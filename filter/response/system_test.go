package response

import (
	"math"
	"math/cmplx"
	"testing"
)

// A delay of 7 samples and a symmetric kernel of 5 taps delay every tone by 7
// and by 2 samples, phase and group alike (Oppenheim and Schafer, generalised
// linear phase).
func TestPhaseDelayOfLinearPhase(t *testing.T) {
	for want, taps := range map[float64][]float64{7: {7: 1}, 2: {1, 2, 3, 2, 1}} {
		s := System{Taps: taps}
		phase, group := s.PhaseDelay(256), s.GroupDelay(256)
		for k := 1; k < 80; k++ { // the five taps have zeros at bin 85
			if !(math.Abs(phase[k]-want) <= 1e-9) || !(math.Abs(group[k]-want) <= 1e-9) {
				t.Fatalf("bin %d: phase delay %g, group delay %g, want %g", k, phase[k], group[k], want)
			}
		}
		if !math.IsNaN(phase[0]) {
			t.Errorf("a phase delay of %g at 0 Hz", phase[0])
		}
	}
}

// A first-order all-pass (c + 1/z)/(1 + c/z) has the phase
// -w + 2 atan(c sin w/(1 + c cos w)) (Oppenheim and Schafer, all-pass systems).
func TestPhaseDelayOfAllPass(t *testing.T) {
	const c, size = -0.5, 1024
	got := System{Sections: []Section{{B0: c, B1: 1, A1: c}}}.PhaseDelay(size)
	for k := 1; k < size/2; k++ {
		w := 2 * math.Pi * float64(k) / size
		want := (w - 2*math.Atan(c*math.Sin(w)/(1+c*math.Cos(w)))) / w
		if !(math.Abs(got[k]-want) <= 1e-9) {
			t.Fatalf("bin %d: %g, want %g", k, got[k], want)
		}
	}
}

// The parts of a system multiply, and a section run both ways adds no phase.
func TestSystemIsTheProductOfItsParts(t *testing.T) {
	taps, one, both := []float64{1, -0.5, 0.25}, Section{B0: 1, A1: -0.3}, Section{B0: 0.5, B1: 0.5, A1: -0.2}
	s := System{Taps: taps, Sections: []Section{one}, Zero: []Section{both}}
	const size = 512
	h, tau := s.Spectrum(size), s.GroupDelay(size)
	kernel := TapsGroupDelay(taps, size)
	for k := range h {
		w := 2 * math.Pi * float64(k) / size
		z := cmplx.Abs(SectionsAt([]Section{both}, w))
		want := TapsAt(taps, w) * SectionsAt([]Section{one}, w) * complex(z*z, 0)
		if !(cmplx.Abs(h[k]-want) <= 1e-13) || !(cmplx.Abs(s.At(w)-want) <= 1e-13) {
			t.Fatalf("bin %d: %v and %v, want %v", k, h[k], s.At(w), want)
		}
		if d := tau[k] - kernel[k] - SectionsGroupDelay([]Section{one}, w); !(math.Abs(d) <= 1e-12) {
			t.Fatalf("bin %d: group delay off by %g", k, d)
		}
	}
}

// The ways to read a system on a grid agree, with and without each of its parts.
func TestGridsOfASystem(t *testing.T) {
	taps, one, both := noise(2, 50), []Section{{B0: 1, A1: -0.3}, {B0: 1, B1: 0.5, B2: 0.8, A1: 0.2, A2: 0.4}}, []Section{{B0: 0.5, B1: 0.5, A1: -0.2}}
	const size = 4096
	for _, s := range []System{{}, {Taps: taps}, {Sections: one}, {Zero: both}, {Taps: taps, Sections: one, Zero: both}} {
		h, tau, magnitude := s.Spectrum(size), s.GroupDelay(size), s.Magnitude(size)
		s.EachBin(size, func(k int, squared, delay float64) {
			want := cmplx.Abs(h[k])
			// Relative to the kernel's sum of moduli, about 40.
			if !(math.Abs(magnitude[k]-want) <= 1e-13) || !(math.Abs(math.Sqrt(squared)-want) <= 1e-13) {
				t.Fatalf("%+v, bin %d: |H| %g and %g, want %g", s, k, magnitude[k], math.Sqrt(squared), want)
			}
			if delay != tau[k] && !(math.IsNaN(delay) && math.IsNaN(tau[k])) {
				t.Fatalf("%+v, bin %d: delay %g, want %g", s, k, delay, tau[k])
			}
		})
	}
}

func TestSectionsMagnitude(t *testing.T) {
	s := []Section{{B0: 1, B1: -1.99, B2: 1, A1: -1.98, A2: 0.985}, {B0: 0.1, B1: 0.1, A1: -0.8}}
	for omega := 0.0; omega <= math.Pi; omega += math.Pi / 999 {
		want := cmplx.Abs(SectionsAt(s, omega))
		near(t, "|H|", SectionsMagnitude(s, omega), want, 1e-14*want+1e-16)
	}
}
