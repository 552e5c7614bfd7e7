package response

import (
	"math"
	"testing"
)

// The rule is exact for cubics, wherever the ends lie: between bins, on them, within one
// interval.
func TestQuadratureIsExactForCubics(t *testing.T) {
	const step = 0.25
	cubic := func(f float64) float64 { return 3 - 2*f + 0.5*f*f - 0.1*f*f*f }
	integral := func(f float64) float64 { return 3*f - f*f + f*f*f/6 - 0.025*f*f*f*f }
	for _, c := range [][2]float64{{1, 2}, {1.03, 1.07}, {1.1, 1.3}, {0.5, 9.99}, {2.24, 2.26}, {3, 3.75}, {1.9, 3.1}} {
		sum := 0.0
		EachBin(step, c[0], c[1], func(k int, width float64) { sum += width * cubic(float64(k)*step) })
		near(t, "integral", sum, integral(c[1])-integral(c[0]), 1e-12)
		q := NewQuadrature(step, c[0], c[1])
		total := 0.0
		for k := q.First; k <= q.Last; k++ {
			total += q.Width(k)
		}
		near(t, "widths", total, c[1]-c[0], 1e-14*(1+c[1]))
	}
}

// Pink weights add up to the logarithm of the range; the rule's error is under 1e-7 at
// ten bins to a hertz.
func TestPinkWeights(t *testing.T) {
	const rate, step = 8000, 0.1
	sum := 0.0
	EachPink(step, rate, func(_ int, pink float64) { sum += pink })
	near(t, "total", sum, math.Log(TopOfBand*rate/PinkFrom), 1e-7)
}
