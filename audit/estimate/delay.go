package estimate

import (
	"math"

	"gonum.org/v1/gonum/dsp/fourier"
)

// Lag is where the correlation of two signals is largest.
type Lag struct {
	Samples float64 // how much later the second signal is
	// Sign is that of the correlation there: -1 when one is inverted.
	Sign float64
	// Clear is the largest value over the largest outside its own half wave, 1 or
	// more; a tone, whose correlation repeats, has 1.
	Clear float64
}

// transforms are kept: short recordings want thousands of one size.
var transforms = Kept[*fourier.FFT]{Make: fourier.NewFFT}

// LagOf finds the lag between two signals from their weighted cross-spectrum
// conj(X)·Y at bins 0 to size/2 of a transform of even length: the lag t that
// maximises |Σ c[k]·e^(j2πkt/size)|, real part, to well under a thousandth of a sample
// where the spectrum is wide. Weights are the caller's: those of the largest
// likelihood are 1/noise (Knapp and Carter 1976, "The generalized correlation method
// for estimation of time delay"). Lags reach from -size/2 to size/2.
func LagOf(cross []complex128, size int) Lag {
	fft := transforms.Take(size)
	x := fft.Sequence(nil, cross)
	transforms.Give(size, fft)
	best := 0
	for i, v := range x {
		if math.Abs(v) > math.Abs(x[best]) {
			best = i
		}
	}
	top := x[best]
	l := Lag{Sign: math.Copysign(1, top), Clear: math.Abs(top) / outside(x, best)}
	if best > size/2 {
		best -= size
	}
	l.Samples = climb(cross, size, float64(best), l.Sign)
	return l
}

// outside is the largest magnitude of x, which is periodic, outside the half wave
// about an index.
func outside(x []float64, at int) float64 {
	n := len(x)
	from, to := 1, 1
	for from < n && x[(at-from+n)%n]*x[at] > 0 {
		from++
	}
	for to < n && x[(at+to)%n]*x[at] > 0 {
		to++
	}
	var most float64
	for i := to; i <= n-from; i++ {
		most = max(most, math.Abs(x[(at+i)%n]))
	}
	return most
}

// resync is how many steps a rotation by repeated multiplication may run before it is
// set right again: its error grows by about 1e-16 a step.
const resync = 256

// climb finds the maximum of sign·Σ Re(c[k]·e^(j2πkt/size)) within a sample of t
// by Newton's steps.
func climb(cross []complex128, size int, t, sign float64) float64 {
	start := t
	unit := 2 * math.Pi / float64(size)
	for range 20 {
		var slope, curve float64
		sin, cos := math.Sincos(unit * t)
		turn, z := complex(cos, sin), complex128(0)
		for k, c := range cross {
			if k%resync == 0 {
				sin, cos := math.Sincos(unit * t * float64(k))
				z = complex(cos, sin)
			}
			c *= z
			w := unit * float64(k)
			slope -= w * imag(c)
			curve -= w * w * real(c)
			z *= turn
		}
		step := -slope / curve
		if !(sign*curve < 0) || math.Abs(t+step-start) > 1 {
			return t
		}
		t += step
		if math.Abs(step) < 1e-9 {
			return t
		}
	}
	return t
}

» Exercise details:
Give back, exactly as written, the stretch from the line with "s.EachBin(size, func(k int, squared, delay" through the line with "Samples float64 //", and no other lines from the records above.

» Output for this exercise:
		s.EachBin(size, func(k int, squared, delay float64) {
			want := cmplx.Abs(h[k])
			// Relative to the kernel's sum of moduli, about 40.
			if !(math.Abs(magnitude[k]-want) <= 1e-13) || !(math.Abs(math.Sqrt(squared)-want) <= 1e-13) {
				t.Fatalf("%+v, bin %d: |H| %g and %g, want %g", s, k, magnitude[k], math.Sqrt(squared), want)
			}
			if delay != tau[k] && !(math.IsNaN(delay) && math.IsNaN(tau[k])) {
				t.Fatalf("%+v, bin %d: delay %g, want %g", s, k, delay, tau[k])
			}
		})
	}
}

func TestSectionsMagnitude(t *testing.T) {
	s := []Section{{B0: 1, B1: -1.99, B2: 1, A1: -1.98, A2: 0.985}, {B0: 0.1, B1: 0.1, A1: -0.8}}
	for omega := 0.0; omega <= math.Pi; omega += math.Pi / 999 {
		want := cmplx.Abs(SectionsAt(s, omega))
		near(t, "|H|", SectionsMagnitude(s, omega), want, 1e-14*want+1e-16)
	}
}
repository 552e5c7614bfd7e7
package response

import (
	"math"
	"testing"
)

// The rule is exact for cubics, wherever the ends lie: between bins, on them, within one
// interval.
func TestQuadratureIsExactForCubics(t *testing.T) {
	const step = 0.25
	cubic := func(f float64) float64 { return 3 - 2*f + 0.5*f*f - 0.1*f*f*f }
	integral := func(f float64) float64 { return 3*f - f*f + f*f*f/6 - 0.025*f*f*f*f }
	for _, c := range [][2]float64{{1, 2}, {1.03, 1.07}, {1.1, 1.3}, {0.5, 9.99}, {2.24, 2.26}, {3, 3.75}, {1.9, 3.1}} {
		sum := 0.0
		EachBin(step, c[0], c[1], func(k int, width float64) { sum += width * cubic(float64(k)*step) })
		near(t, "integral", sum, integral(c[1])-integral(c[0]), 1e-12)
		q := NewQuadrature(step, c[0], c[1])
		total := 0.0
		for k := q.First; k <= q.Last; k++ {
			total += q.Width(k)
		}
		near(t, "widths", total, c[1]-c[0], 1e-14*(1+c[1]))
	}
}

// Pink weights add up to the logarithm of the range; the rule's error is under 1e-7 at
// ten bins to a hertz.
func TestPinkWeights(t *testing.T) {
	const rate, step = 8000, 0.1
	sum := 0.0
	EachPink(step, rate, func(_ int, pink float64) { sum += pink })
	near(t, "total", sum, math.Log(TopOfBand*rate/PinkFrom), 1e-7)
}
filename audit/estimate/delay.go
package estimate

import (
	"math"

	"gonum.org/v1/gonum/dsp/fourier"
)

// Lag is where the correlation of two signals is largest.
type Lag struct {
	Samples float64 // how much later the second signal is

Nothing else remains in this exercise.